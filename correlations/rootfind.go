package correlations

import "math"

// brent finds a root of f in [a, b], where f(a) and f(b) have opposite signs, by Brent's
// method (R.P. Brent, Algorithms for Minimization without Derivatives, 1973, ch. 4):
// inverse quadratic interpolation and secant steps, safeguarded by bisection so that the
// bracket always shrinks. It stops when the bracket is narrower than xtol (plus a few ulps of
// the root). It does not allocate as long as f does not escape, which the callers ensure.
func brent(f func(float64) float64, a, b, xtol float64, maxIter int) (float64, error) {
	fa, fb := f(a), f(b)
	switch {
	case math.IsNaN(fa) || math.IsNaN(fb):
		return 0, ErrNotFinite
	case fa == 0:
		return a, nil
	case fb == 0:
		return b, nil
	case (fa > 0) == (fb > 0):
		return 0, ErrNoConvergence
	}
	c, fc := a, fa
	d := b - a
	e := d
	for range maxIter {
		if (fb > 0) == (fc > 0) {
			// Keep the root between b and c.
			c, fc = a, fa
			d = b - a
			e = d
		}
		if math.Abs(fc) < math.Abs(fb) {
			a, b, c = b, c, b
			fa, fb, fc = fb, fc, fb
		}
		tol := 2*epsilon*math.Abs(b) + 0.5*xtol
		m := 0.5 * (c - b)
		if math.Abs(m) <= tol || fb == 0 {
			return b, nil
		}
		if math.Abs(e) >= tol && math.Abs(fa) > math.Abs(fb) {
			s := fb / fa
			var p, q float64
			if a == c {
				// Secant step.
				p = 2 * m * s
				q = 1 - s
			} else {
				// Inverse quadratic interpolation.
				q = fa / fc
				r := fb / fc
				p = s * (2*m*q*(q-r) - (b-a)*(r-1))
				q = (q - 1) * (r - 1) * (s - 1)
			}
			if p > 0 {
				q = -q
			} else {
				p = -p
			}
			if 2*p < math.Min(3*m*q-math.Abs(tol*q), math.Abs(e*q)) {
				e = d
				d = p / q
			} else {
				d = m // interpolation would leave the bracket or converge too slowly: bisect
				e = m
			}
		} else {
			d = m
			e = m
		}
		a, fa = b, fb
		if math.Abs(d) > tol {
			b += d
		} else {
			b += math.Copysign(tol, m)
		}
		fb = f(b)
		if math.IsNaN(fb) {
			return 0, ErrNotFinite
		}
	}
	return b, ErrNoConvergence
}

// epsilon is the float64 machine epsilon.
const epsilon = 0x1p-52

◇ ◇ ◇ ◇ ◇

Work to be completed:
From the line containing "return b, ErrNoConvergence" to the last line of the material, please quote every line exactly and only those.

Answer to this exercise:
	return b, ErrNoConvergence
}

// epsilon is the float64 machine epsilon.
const epsilon = 0x1p-52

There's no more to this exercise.